O Holocausto não foi apenas o genocídio provocado pela índole malévola dos dirigentes nazistas. O massacre hediondo de 6 milhões de judeus também exigiu uma retaguarda em que a elite empresarial alemã se empenhou em amplíssima escala.

É esse um dos eixos narrativos do romance "O Engenheiro da Morte: A Participação da Elite Alemã no Holocausto", lançado neste mês pela editora Vestígio. O autor é o brasileiro Marcio Pitliuk, que também é cineasta e estudioso da Segunda Guerra e de questões judaicas.

Portão do campo de concentração de Auschwitz, na Polônia - abr.45/AFP

Sua tese –parte da burguesia alemã ganhou dinheiro com o massacre dos judeus– não é propriamente original na historiografia ou na literatura. Há toda uma corrente que se nega a ver no Holocausto apenas o produto da malvadeza psicológica dos dirigentes do Terceiro Reich.

Foram os livros e documentários baseados nas raízes econômicas da guerra. Ou então em romances como "A Ordem do Dia", pelo qual o escritor francês Eric Vuillard recebeu o Prêmio Goncourt.

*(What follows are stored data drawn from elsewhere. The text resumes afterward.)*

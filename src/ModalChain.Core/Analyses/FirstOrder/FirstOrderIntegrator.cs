using MathNet.Numerics.LinearAlgebra;
using ModalChain.Core.Analyses.Transient;
using ModalChain.Core.Solvers;

namespace ModalChain.Core.Analyses.FirstOrder;

/// <summary>The exact discrete-time solution of a model with massless nodes, in the state-space form of <see cref="FirstOrderSystem"/>.</summary>
/// <remarks>
/// <para>ż = A z + B F̃ with z = [x_r; ẋ_r; x_d] and the load linear between steps (first-order hold) gives
/// z₊ = Φ z + Γ₀ F̃ + Γ₁ (F̃₊ − F̃), Φ = e^{Ah}, from one exponential of [[A, B, 0], [0, 0, I/h], [0, 0, 0]]·h (Van Loan
/// 1978, as <see cref="StateSpaceExactIntegrator"/>). No M⁻¹ of the whole model is needed: the massless DOFs' own
/// velocities come from the first-order rows (ẋ_d) and the static rows (ẋ_s = T ẋ_k + G ḟ_s with the hold's slope
/// ḟ), their accelerations from z̈ = A ż + B Ḟ̃ (the load's second derivative, zero under the hold, is left out).
/// The sink receives every DOF, massless ones included, so the energy balance of the physical M, C and K closes as
/// for any other model.</para>
/// <para>Initial conditions: x_r, ẋ_r and x_d are states and are taken as given; a massless node's initial velocity and
/// a static massless node's initial displacement are not states (they follow from the others) and are ignored.</para>
/// </remarks>
public sealed class FirstOrderIntegrator
{
    /// <summary>Name printed with results.</summary>
    public string Name => "exact state-space discretisation of the first-order form (massless nodes, first-order hold)";

    /// <summary>Integrates <paramref name="system"/> over <paramref name="stepCount"/> steps of <paramref name="step"/> s.</summary>
    /// <param name="system">The state-space form.</param>
    /// <param name="load">The full load vector in N (every free DOF), sampled at the step times, linear between them.</param>
    /// <param name="u0">Initial displacement in m (every free DOF).</param>
    /// <param name="v0">Initial velocity in m/s (every free DOF).</param>
    /// <param name="step">Time step h in s.</param>
    /// <param name="stepCount">Number of steps.</param>
    /// <param name="sink">Receives every state, step 0 included, over every free DOF.</param>
    public void Run(FirstOrderSystem system, LoadVector load, ReadOnlySpan<double> u0, ReadOnlySpan<double> v0,
        double step, int stepCount, IStepSink sink)
    {
        ArgumentNullException.ThrowIfNull(system);
        ArgumentNullException.ThrowIfNull(load);
        ArgumentNullException.ThrowIfNull(sink);
        var n = system.Size;
        if (u0.Length != n || v0.Length != n)
            throw new ArgumentException($"The system has {n} DOFs but the initial state has {u0.Length} displacements and {v0.Length} velocities.");
        Guard.Positive(step, nameof(step));
        if (stepCount < 1) throw new ArgumentOutOfRangeException(nameof(stepCount), stepCount, "At least one step is needed.");

        var (phi, gamma0, gamma1) = Discretise(system, step);
        var order = system.Order;
        var nk = system.Condensation.Kept.Length;
        var phiRows = phi.ToRowMajorArray();
        var g0Rows = (gamma0 - gamma1).ToRowMajorArray();
        var g1Rows = gamma1.ToRowMajorArray();

        var z = system.StateOf(u0, v0);
        var zNew = new double[order];
        var fOld = new double[n];
        var fNew = new double[n];
        var rate = new double[n];
        load(0, fOld);
        load(step, fNew);
        for (var i = 0; i < n; i++) rate[i] = (fNew[i] - fOld[i]) / step;
        Emit(system, sink, 0, 0, z, fOld, rate);
        var rOld = system.ReduceLoad(fOld);

        for (var s = 1; s <= stepCount; s++)
        {
            var t = s * step;
            load(t, fNew);
            var rNew = system.ReduceLoad(fNew);
            for (var i = 0; i < order; i++)
            {
                var sum = 0.0;
                var row = i * order;
                for (var j = 0; j < order; j++) sum += phiRows[row + j] * z[j];
                var rowIn = i * nk;
                for (var j = 0; j < nk; j++) sum += g0Rows[rowIn + j] * rOld[j] + g1Rows[rowIn + j] * rNew[j];
                zNew[i] = sum;
            }
            (z, zNew) = (zNew, z);
            for (var i = 0; i < n; i++) rate[i] = (fNew[i] - fOld[i]) / step;
            Emit(system, sink, s, t, z, fNew, rate);
            (fOld, fNew) = (fNew, fOld);
            rOld = rNew;
        }
    }

    /// <summary>Hands the sink every DOF's displacement, velocity and acceleration of state <paramref name="z"/>.</summary>
    private static void Emit(FirstOrderSystem system, IStepSink sink, int step, double time, double[] z, double[] force, double[] rate)
    {
        var u = system.Displacements(z, force);
        var zdot = system.Derivative(z, force);
        var v = system.Velocities(z, force, rate);
        // z̈ = A ż + B Ḟ̃: its x_r rows are ẍ_r (= ż's ẋ_r rows), its x_d rows ẍ_d.
        var zddot = Second(system, zdot, rate);
        var nr = system.InertialCount;
        var kept = new double[system.Condensation.Kept.Length];
        for (var i = 0; i < nr; i++) kept[system.InertialSlots[i]] = zdot[nr + i];
        for (var i = 0; i < system.FirstOrderCount; i++) kept[system.FirstOrderSlots[i]] = zddot[2 * nr + i];
        var a = system.Condensation.Expand(kept);
        sink.Accept(step, time, u, v, a, force);
    }

    private static double[] Second(FirstOrderSystem system, double[] zdot, double[] rate)
    {
        var order = system.Order;
        var f = system.ReduceLoad(rate);
        var result = new double[order];
        for (var i = 0; i < order; i++)
        {
            var sum = 0.0;
            for (var j = 0; j < order; j++) sum += system.State[i, j] * zdot[j];
            for (var j = 0; j < f.Length; j++) sum += system.Input[i, j] * f[j];
            result[i] = sum;
        }
        return result;
    }

    /// <summary>Φ, Γ₀ and Γ₁ of the first-order-hold discretisation for step <paramref name="step"/> s.</summary>
    internal static (Matrix<double> Phi, Matrix<double> Gamma0, Matrix<double> Gamma1) Discretise(FirstOrderSystem system, double step)
    {
        var order = system.Order;
        var nk = system.Condensation.Kept.Length;
        var w = Matrix<double>.Build.Dense(order + 2 * nk, order + 2 * nk);
        w.SetSubMatrix(0, 0, system.State * step);
        w.SetSubMatrix(0, order, system.Input * step);
        w.SetSubMatrix(order, order + nk, Matrix<double>.Build.DenseIdentity(nk));
        var e = MatrixExponential.Compute(w);
        return (e.SubMatrix(0, order, 0, order), e.SubMatrix(0, order, order, nk), e.SubMatrix(0, order, order + nk, nk));
    }
}
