/// <summary>Reads YAML text into a small tree that keeps positions, reporting malformed text and duplicate keys.</summary>
/// <remarks>
/// The event-level parser of YamlDotNet is used rather than its object model so that every node keeps its mark and
/// duplicate keys (which YAML forbids) are reported with their position instead of silently overwriting.
/// <para>
/// Two limits keep hostile files from exhausting the machine: collections nest at most <see cref="MaximumDepth"/>
/// levels (a model needs four), checked as each '[' or '{' or block collection opens, before the scanner reads
/// further; and aliases may add at most <see cref="MaximumAliasExpansion"/> nodes to the tree as a reader that
/// follows them sees it (a file of nested aliases, "billion laughs", would otherwise stand for 10⁹ nodes), nor make
/// it deeper than the same depth limit.
/// </para>
/// </remarks>
internal static class YamlTree
{
    /// <summary>The deepest nesting of lists and mappings accepted, counting the top-level mapping as 1.</summary>
    public const int MaximumDepth = 32;

    /// <summary>The most nodes that aliases may add to the tree, counted as if every alias were replaced by a copy of its anchor.</summary>
    public const long MaximumAliasExpansion = 1_000_000; // the messages spell it out

    public static YNode? Load(string text, string file, List<Diagnostic> diagnostics) =>
        Load(new StringReader(text), () => text, file, diagnostics);

    /// <summary>Reads YAML from <paramref name="reader"/>; <paramref name="text"/> gives the same text as a string, asked
    /// for only when an error message needs to look at it.</summary>
    /// <param name="reader">The YAML text.</param>
    /// <param name="text">The same text as one string, for error messages.</param>
    /// <param name="file">The file name diagnostics give.</param>
    /// <param name="diagnostics">Where errors are added.</param>
    /// <param name="readAhead">Run the scanner and parser on a second thread (<see cref="ReadAheadParser"/>), worth it
    /// for large texts on a machine with more than one processor; the result is the same either way.</param>
    public static YNode? Load(TextReader reader, Func<string> text, string file, List<Diagnostic> diagnostics, bool readAhead = false)
    {
        using var ahead = readAhead ? new ReadAheadParser(new Parser(reader)) : null;
        var parser = new TrackingParser(ahead ?? (IParser)new Parser(reader));
        var store = new NodeStore();
        var tree = new TreeReader(parser, store, file, diagnostics);
        try
        {
            parser.Consume<StreamStart>();
            if (parser.Accept<StreamEnd>(out _)) return null;
            parser.Consume<DocumentStart>();
            var root = store.Node(tree.ReadNode(depth: 0).Slot);
            parser.Consume<DocumentEnd>();
            if (parser.Accept<DocumentStart>(out var second))
                diagnostics.Add(new Diagnostic(Severity.Error, file, Pos(second.Start), "a model file holds one YAML document; remove the second '---'"));
            return root;
        }
        catch (LimitExceeded e)
        {
            diagnostics.Add(new Diagnostic(Severity.Error, file, e.At, e.Message));
            return null;
        }
        catch (YamlException e)
        {
            var (at, message) = Explain(e, text, parser.OpenFlow);
            diagnostics.Add(new Diagnostic(Severity.Error, file, at, "malformed YAML: " + message));
            return null;
        }
        catch (InvalidOperationException)
        {
            // YamlDotNet's scanner throws this (not a YamlException, and without a mark) for some unclosed flow
            // collections followed by more lines, e.g. "deck: {mass: 3 kg" then "springs: ...".
            var (at, message) = parser.OpenFlow is { } open
                ? (Pos(open.Start), $"this '{open.Bracket}' is never closed; add '{Closing(open.Bracket)}' at the end of the entry")
                : (Pos(parser.LastStart), "the text after this point cannot be read; look for an unclosed '{', '[' or quote");
            diagnostics.Add(new Diagnostic(Severity.Error, file, at, "malformed YAML: " + message));
            return null;
        }
    }

    // YamlDotNet's messages say what the scanner saw; add the likely cause and, where its mark is unhelpful, a better place.
    private static (SourcePosition At, string Message) Explain(YamlException e, Func<string> text, OpenCollection? open)
    {
        var raw = Tidy(e.Message).TrimEnd('.');
        var at = Pos(e.Start);
        if (raw.Contains("tab", StringComparison.OrdinalIgnoreCase) && FirstIndentingTab(text()) is { } tab)
            return (tab, "a tab is used for indentation; YAML indents with spaces only");
        if (open is { } o && (raw.Contains("flow sequence", StringComparison.Ordinal) || raw.Contains("flow mapping", StringComparison.Ordinal)))
        {
            var opener = Pos(o.Start);
            var hint = $"the '{o.Bracket}' opened at line {opener.Line}, column {opener.Column} is not closed with '{Closing(o.Bracket)}'";
            // When the scanner only notices at a later line (often the end of the file), the opener is the place to fix.
            return at.Line > opener.Line ? (opener, $"this '{o.Bracket}' is never closed; add '{Closing(o.Bracket)}' at the end of the entry") : (at, $"{raw} ({hint})");
        }
        if (raw.Contains("quoted scalar", StringComparison.Ordinal))
            return (at, $"{raw} (is a quote left open?)");
        if (raw.Contains("did not find expected key", StringComparison.Ordinal))
            return (at, $"{raw} (check the indentation: the keys of one mapping must start in the same column)");
        if (raw.Contains("found invalid mapping", StringComparison.Ordinal))
            return (at, $"{raw} (a 'key: value' is indented deeper than the key before it, or the line above lacks its ':')");
        return (at, raw);
    }

    private static SourcePosition? FirstIndentingTab(string text)
    {
        var lines = text.Split('\n');
        for (var i = 0; i < lines.Length; i++)
        {
            var line = lines[i];
            var indent = line.Length - line.TrimStart(' ', '\t').Length;
            var tab = line.IndexOf('\t', 0, indent);
            if (tab >= 0) return new SourcePosition(i + 1, tab + 1);
        }
        return null;
    }

    private static char Closing(char bracket) => bracket == '{' ? '}' : ']';

    private readonly record struct OpenCollection(Mark Start, char Bracket);

    /// <summary>A limit of the reader was reached; <see cref="At"/> is where, the message says which and what to do.</summary>
    private sealed class LimitExceeded(SourcePosition at, string message) : Exception(message)
    {
        public SourcePosition At { get; } = at;
    }

    /// <summary>A node read, with its slot in the store, its height (levels of collections, 0 for a scalar) and its
    /// size (nodes, aliases counted as copies).</summary>
    private readonly record struct Anchored(int Slot, int Height, long Size);

    /// <summary>Remembers where the last event started and which flow collections are open, to place errors the scanner cannot.</summary>
    /// <remarks>Also refuses nesting deeper than <see cref="MaximumDepth"/> as soon as the opening event arrives.</remarks>
    private sealed class TrackingParser(IParser inner) : IParser
    {
        private readonly Stack<OpenCollection?> _open = new();

        public Mark LastStart { get; private set; } = Mark.Empty;

        /// <summary>The innermost flow collection ('{' or '[') not yet closed, if any.</summary>
        public OpenCollection? OpenFlow => _open.FirstOrDefault(c => c is not null);

        public ParsingEvent? Current => inner.Current;

        public bool MoveNext()
        {
            var moved = inner.MoveNext();
            if (!moved || inner.Current is not { } e) return moved;
            LastStart = e.Start;
            switch (e)
            {
                case MappingStart m: _open.Push(m.Style == MappingStyle.Flow ? new OpenCollection(m.Start, '{') : null); break;
                case SequenceStart q: _open.Push(q.Style == SequenceStyle.Flow ? new OpenCollection(q.Start, '[') : null); break;
                case MappingEnd or SequenceEnd when _open.Count > 0: _open.Pop(); break;
            }
            if (_open.Count > MaximumDepth)
                throw new LimitExceeded(Pos(e.Start),
                    $"lists and mappings are nested more than {MaximumDepth} levels deep here; a model needs a handful of levels (see docs/model-format.md)");
            return moved;
        }
    }

    /// <summary>Writes the parser's events into a <see cref="NodeStore"/>, one node per call of <see cref="ReadNode"/>.</summary>
    private sealed class TreeReader(IParser parser, NodeStore store, string file, List<Diagnostic> diagnostics)
    {
        private readonly Dictionary<string, Anchored> _anchors = [];
        private long _aliasExpansion;

        // The keys of the mapping open at each depth are gathered in one reusable list per depth (the depth is
        // bounded) to find duplicates; the store keeps one string per repeated key or value.
        private readonly List<(string Key, SourcePosition At)>[] _keys = new List<(string, SourcePosition)>[MaximumDepth + 1];

        /// <param name="depth">How many collections enclose the node.</param>
        public Anchored ReadNode(int depth)
        {
            if (parser.TryConsume<AnchorAlias>(out var alias))
            {
                if (!_anchors.TryGetValue(alias.Value.Value, out var target))
                    throw new YamlException(alias.Start, alias.End, $"unknown alias '*{alias.Value.Value}'");
                // The store keeps the alias as a reference to the anchored node, but whoever walks the tree meets a
                // copy at every alias.
                _aliasExpansion += target.Size;
                if (_aliasExpansion > MaximumAliasExpansion)
                    throw new LimitExceeded(Pos(alias.Start),
                        $"the aliases of this file expand to more than 1,000,000 nodes (here '*{alias.Value.Value}'); write the values out or use fewer nested aliases");
                // Aliases can make the tree deeper than the text (each anchor one level around the previous alias);
                // the readers and the writer walk the tree, so its depth is held to the same limit as the text's.
                if (depth + target.Height > MaximumDepth)
                    throw new LimitExceeded(Pos(alias.Start),
                        $"'*{alias.Value.Value}' here nests lists and mappings more than {MaximumDepth} levels deep; a model needs a handful of levels (see docs/model-format.md)");
                return target with { Slot = store.AddAlias(target.Slot) };
            }

            int slot;
            string? anchor;
            var height = 0; // levels of collections, counted as the text's depth is: 0 for a scalar
            var size = 1L;
            if (parser.TryConsume<Scalar>(out var scalar))
            {
                slot = store.AddScalar(Pos(scalar.Start), scalar.Value, scalar.Style is ScalarStyle.SingleQuoted or ScalarStyle.DoubleQuoted);
                anchor = scalar.Anchor.IsEmpty ? null : scalar.Anchor.Value;
            }
            else if (parser.TryConsume<SequenceStart>(out var seq))
            {
                slot = store.OpenCollection(Pos(seq.Start), NodeStore.Kind.Sequence);
                var count = 0;
                height = 1;
                while (!parser.TryConsume<SequenceEnd>(out _))
                {
                    var item = ReadNode(depth + 1);
                    count++;
                    (height, size) = (Math.Max(height, item.Height + 1), size + item.Size);
                }
                store.CloseCollection(slot, count, dropped: false);
                anchor = seq.Anchor.IsEmpty ? null : seq.Anchor.Value;
            }
            else if (parser.TryConsume<MappingStart>(out var map))
            {
                slot = store.OpenCollection(Pos(map.Start), NodeStore.Kind.Mapping);
                var keys = _keys[depth] ??= [];
                keys.Clear();
                Dictionary<string, SourcePosition>? seen = null; // only for mappings too long to search
                var dropped = false;
                height = 1;
                while (!parser.TryConsume<MappingEnd>(out _))
                {
                    var keyRead = ReadNode(depth + 1);
                    var valueRead = ReadNode(depth + 1);
                    (height, size) = (Math.Max(height, Math.Max(keyRead.Height, valueRead.Height) + 1), size + keyRead.Size + valueRead.Size);
                    if (store.ScalarOf(keyRead.Slot) is not var (key, at))
                    {
                        diagnostics.Add(new Diagnostic(Severity.Error, file, store.PositionOf(keyRead.Slot), "a key must be a plain name, not a list or mapping"));
                        store.DropEntry(keyRead.Slot);
                        dropped = true;
                        continue;
                    }
                    if (FirstDefinition(keys, ref seen, key) is { } first)
                    {
                        diagnostics.Add(new Diagnostic(Severity.Error, file, at,
                            $"duplicate key '{key}' (first defined at line {first.Line}); names must be unique"));
                        store.DropEntry(keyRead.Slot);
                        dropped = true;
                        continue;
                    }
                    keys.Add((key, at));
                    seen?.Add(key, at);
                }
                store.CloseCollection(slot, keys.Count, dropped);
                anchor = map.Anchor.IsEmpty ? null : map.Anchor.Value;
            }
            else
            {
                var current = parser.Current!;
                throw new YamlException(current.Start, current.End, $"unexpected {current.GetType().Name}");
            }

            var read = new Anchored(slot, height, size);
            if (anchor is not null) _anchors[anchor] = read;
            return read;
        }

        /// <summary>Where <paramref name="key"/> was first defined among the keys so far, or null when it is new.</summary>
        private static SourcePosition? FirstDefinition(List<(string Key, SourcePosition At)> keys, ref Dictionary<string, SourcePosition>? seen, string key)
        {
            const int searched = 16;
            if (seen is null && keys.Count < searched)
            {
                foreach (var (k, at) in keys)
                    if (k == key) return at;
                return null;
            }
            if (seen is null)
            {
                seen = new Dictionary<string, SourcePosition>(StringComparer.Ordinal);
                foreach (var (k, at) in keys) seen.Add(k, at);
            }
            return seen.TryGetValue(key, out var first) ? first : null;
        }
    }

    internal static SourcePosition Pos(Mark mark) => new(checked((int)mark.Line), checked((int)mark.Column));

    // YamlDotNet prefixes messages with "(Line: 3, Col: 5, Idx: 40) - (Line: ...): "; the position is already in front of ours.
    private static string Tidy(string message)
    {
        var i = message.LastIndexOf("): ", StringComparison.Ordinal);
        return i >= 0 && message.StartsWith('(') ? message[(i + 3)..] : message;
    }
}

Mas o texto de Pitliuk tem outros atalhos. Ele transita com habilidade entre história e ficção –os chefes dos campos de concentração foram personagens reais, e notas de rodapé informam que foram condenados e enforcados pelo Tribunal de Nuremberg.

O romancista ainda transporta personagens para o Brasil do pós-guerra. O que provoca surpresa, por exemplo, em razão do recrutamento de ex-nazistas por grandes empresas alemãs aqui instaladas. Elas foram visivelmente cúmplices dos crimes cometidos anteriormente por alguns de seus quadros.

Em sua primeira metade, o romance constrói biograficamente personagens inventados, o jovem engenheiro químico Carl Farben e Helke, sua jovem e ambiciosa mulher. Farben socorre a alta hierarquia nazista diante de um inconveniente: soldados da SS, a milícia do partido, sofrem crises de nervos quando obrigados a executar individualmente, com armas de fogo, crianças e adultos judeus.

É preciso "industrializar" a cadeia de execuções e torná-la mais anônima. É assim que o engenheiro desenvolve para sua empresa o veneno que seria usado nas câmaras de gás dos campos de concentração. Funcionou muito bem, do ponto de vista alemão. Tanto que em pouco mais de três meses 400 mil judeus húngaros foram executados no campo de Birkenau.

O engenheiro e a empresa ganham fortunas com o invento. O oportunista e prepotente Farben rapidamente passa a integrar a cúpula dos executivos que exerce um antissemitismo sistemático e sanguinário. O governo dá a ele e a sua mulher uma mansão luxuosa expropriada de uma família judaica. E na garagem o casal tem direito a um Mercedes, luxo singular numa época em que a indústria mecânica só estava voltada para o esforço de guerra.

Farben não vive apenas do salário e das bonificações. Ele se corrompe e é corrompido pelos chefes dos campos de concentração, vendendo o gás venenoso em quantidade maior que a necessária e dividindo a propina com esses crápulas da SS.

Mas eis que a guerra dá em 1943 uma reviravolta com a reação soviética ao cerco de Stalingrado. O sentimento predominante é de uma inevitável vitória aliada. Só Hitler não enxerga isso. Carl Farben obtém falsa identidade e deixa a Alemanha antes que os russos penetrem em Berlim.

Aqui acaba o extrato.